Have a read of the 'German 'stellplatz' website' & cosider buying the BordAtlas (14.90 euros worth every bit), although its in German it's pretty easy to find places. If you are travelling up the west side of Germany you might want to think about poping into Luxembourg on the way. Last year we were staying on a large Stellaplatz by Trier & decided to nip over the border to Luxembourg, fuel, booze etc was some of the cheapest we've seen in Europe. The number of cars with German number plates in the supermarkets & petrol stations far outweighed the local plates.
I would say that Germany & France are the easiest for finding places to stop, either official campsites & parking places.


----------



## peejay (May 10, 2005)

Stormywhether wrote:



> Incidentally have you any idea where I can get some suggestions to stay in the west of Germany, towards the French border? Haven't the foggiest and we're going to pick up our van in a few days time in Austria...


You're in luck mate, just recieved my german 'stelplatz' book through the post this morning, its a massive publication, nerly 500 pages and over 2800 stopover places. If you let me know whereabouts near the border you want to stay i'll check the book and let you know a few places.

pete


----------



## Anonymous (Nov 10, 2000)

Hi peejay!

Nice one mate - appreciate it!

We're either looking for somewhere near Ulm or Dornstadt - in actual fact I miscalculated (my geographically is emphatically poor!) and these places are just off the A8 and A7 respectively, the nearest big city being Stuttgart.

That'll give us either 100 or 175 miles to do on the first afternoon, achievable and means we can stop, at latest, by 8pm.

Thanks again!


----------



## Anonymous (Nov 10, 2000)

Don't know about Dornstadt but there is a stellaplatz in Ulm, it has places for 50 vans & is kostelos (free), my German isn't that good but I think its Strasse Gleise with maximum stay of 3 days.
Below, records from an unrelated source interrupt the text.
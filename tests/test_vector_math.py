"""The vector functions against mpmath and scipy."""

import mpmath
import numpy as np
import pytest
from hypothesis import given
from hypothesis import strategies as st
from scipy.special import ndtr

from hedgesim.kernels import vector_math
from hedgesim.kernels.jit import kernel

_exp, _log, _cdf, _near, _tiny = (
    vector_math.exp,
    vector_math.log,
    vector_math.normal_cdf,
    vector_math.expm1_near_zero,
    vector_math.expm1_tiny,
)


@kernel
def _all(x, out):
    for i in range(len(x)):
        out[0, i] = _exp(x[i])
        out[1, i] = _log(abs(x[i]) + 1e-300)
        out[2, i] = _cdf(x[i])


def _relative(ours, exact):
    return abs(mpmath.mpf(ours) / exact - 1)


@given(st.floats(-690, 690))
def test_exp_is_within_a_unit_in_the_last_place(x):
    with mpmath.workdps(40):
        assert _relative(_exp(x), mpmath.exp(x)) < 3e-16


@given(st.floats(1e-300, 1e300))
def test_log_is_within_a_unit_in_the_last_place(x):
    with mpmath.workdps(40):
        exact = mpmath.log(x)
        assert abs(mpmath.mpf(_log(x)) - exact) <= 3e-16 * abs(exact)


@given(st.floats(-0.3465, 0.3465))
def test_expm1_keeps_relative_accuracy_near_zero(x):
    with mpmath.workdps(40):
        exact = mpmath.expm1(x)
        assert abs(mpmath.mpf(_near(x)) - exact) <= 3e-16 * abs(exact)
        if abs(x) <= 1 / 12:
            assert abs(mpmath.mpf(_tiny(x)) - exact) <= 3e-16 * abs(exact)


def test_the_normal_distribution_function_matches_scipy():
    x = np.linspace(-9, 9, 20_001)
    out = np.empty((3, len(x)))
    _all(x, out)
    assert np.abs(out[2] - ndtr(x)).max() < 5e-16
    assert out[2, -1] == 1.0
    assert _cdf(-40.0) == pytest.approx(0.0, abs=1e-290)


def test_one_call_and_a_vectorised_loop_give_the_same_bits():
    x = np.random.default_rng(1).normal(0, 5, 1000)
    out = np.empty((3, len(x)))
    _all(x, out)
    assert np.array_equal(out[0], [_exp(v) for v in x])
    assert np.array_equal(out[2], [_cdf(v) for v in x])
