def test_hidden_reference_schedule_appears_nowhere_but_as_reference():
    sheets, _ = plain_sheets("price history, every look not asked for")
    cells = [t.get_text() for s in sheets for t in s.figure.texts if t.get_gid() == "cell"]
    assert "every look" not in cells
    axes = next(s for s in sheets if s.name == "variance").figure.axes[0]
    assert any("trading at every look" in t.get_text() for t in axes.get_legend().get_texts())


def _linear(colour):
    channel = np.array([int(colour[k : k + 2], 16) / 255 for k in (1, 3, 5)])
    return np.where(channel <= 0.04045, channel / 12.92, ((channel + 0.055) / 1.055) ** 2.4)


def _lab(linear):
    xyz = np.array([[0.4124, 0.3576, 0.1805], [0.2126, 0.7152, 0.0722], [0.0193, 0.1192, 0.9505]]) @ linear
    f = np.cbrt(np.maximum(xyz / np.array([0.9505, 1.0, 1.089]), 1e-6))
    return np.array([116 * f[1] - 16, 500 * (f[0] - f[1]), 200 * (f[1] - f[2])])


# Machado, Oliveira and Fernandes (2009), IEEE Transactions on Visualization and Computer Graphics 15, severity 1, on
# linear RGB (from memory).
_BLINDNESS = {
    "none": np.eye(3),
    "protan": np.array(
        [[0.152286, 1.052583, -0.204868], [0.114503, 0.786281, 0.099216], [-0.003882, -0.048116, 1.051998]]
    ),
    "deutan": np.array(
        [[0.367322, 0.860646, -0.227968], [0.280085, 0.672501, 0.047413], [-0.011820, 0.042940, 0.968881]]
    ),
}


@pytest.mark.parametrize("sight", _BLINDNESS)
def test_components_of_one_chart_can_be_told_apart(sight):
    together = [
        "premium_edge",
        "revaluation",
        "vol_gap",
        "vol_mark",
        "jump",
        "sampling",
        "lag",
        "remainder",
        "costs",
        "funding",
    ]
    stack = ["floor", "removable", "costs"], ["reference", "removable", "costs"]
    for names in (together, *stack):
        seen = {n: _lab(np.clip(_BLINDNESS[sight] @ _linear(COMPONENT[n]), 0, 1)) for n in names}
        for a, b in combinations(names, 2):
            # Ten is several times the just noticeable difference of about 2.3 (Mahy et al. 1994, from memory).
            assert math.dist(seen[a], seen[b]) > 10, (a, b)


@pytest.mark.parametrize("count", [1, 2, 10, 40])
def test_schedule_shades_darken_from_rare_to_frequent(count):
    luminance = [float(np.array([0.2126, 0.7152, 0.0722]) @ _linear(shade)) for shade in schedule_shades(count)]
    assert luminance == sorted(luminance, reverse=True)
    assert len(set(schedule_shades(count))) == count
    assert luminance[0] < 0.5  # legible on white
Being this size it is likely to have signs for it, if not just ask somebody for the reismobile stellaplatz.


----------



## peejay (May 10, 2005)

I agree with kontiki, the stellplatz in ulm looks good.

I have also identified a few more:

Blauburen, a few kms west of ulm, parking for 10 m/homes by the swimmingpool (hallenbad). 5 euro p/n 2 days max. www.blaubeuren.de

Gunzburg legoland, east of ulm, looks interesting, sited by legoland themepark, parking for 150 m/homes. 5 euro p/n. open apr-nov www.legoland.de

Try also the website for ulm www.tourismus.ulm.de
incidentaly the stelplatz is situated on wielandstrasse.

Cant find dornstadt, did you mean darmstadt?

If you need anymore info, send me a pm

pete


----------



## Anonymous (Nov 10, 2000)

Pete there is a place called Dornstadt approx 5miles north of Ulm just off the E32/A8. It only looks like a small not much more than a village on Autoroute.


----------



## peejay (May 10, 2005)

Thanks ed, just spotted it

pete


----------



## Anonymous (Nov 10, 2000)

Kontiki said:


> Last year we were staying on a large Stellaplatz by Trier


Hi Kontiki, indeed hi everyone!

Could you give me any more details of this stellplatz so I can punch it into my TomTom Navigator and give the missus a rest from holding the atlas upside down all the time?

I think I'm going to head for this, sounds like the best bet to me. Big, you say?

Do these places stay open 24 hours, because it'll be pretty late by the time we get there.

Thanks!

Dave and Sarah


----------



## peejay (May 10, 2005)

Stormy,

There should be several PM's waiting for you ref stellplatz, can you confirm you've recieved them as i've had no reply.

pete


----------



## Anonymous (Nov 10, 2000)

peejay said:


> Stormy,
> 
> There should be several PM's waiting for you ref stellplatz, can you confirm you've recieved them as i've had no reply.
> 
> pete


Hi Pete!

Yeah, received all your stuff and sent a couple of replies yesterday thanking you lots for all your help!

Think Trier's going to be the one now tho. It all looks relatively simple to get to - follow signs for the coach park, and the whiff of an overtoasted burger from the nearby McDonalds! Ah, nothing quite like regional cuisine...

:lol:


----------



## MOTORHOMER (May 9, 2005)

peejay said:


> Thanks for the recommendation Gillian. Yet another excellent place to stop in France, and free as well!
> 
> We seem to be the only ones posting aires on this (aires) forum, come on everyone else, dont be shy, tell us about your favorite aires!
> 
> pete


Hi Folks

I would share if I had any but we have not been able to go abroad for quite some time now. These aires were not so many then & they may not have beencalled aires then and the only one we ever stayed on was on the way to the Spanish border somewhere before Bordeaux. Cant remember its name

Motorhomer


----------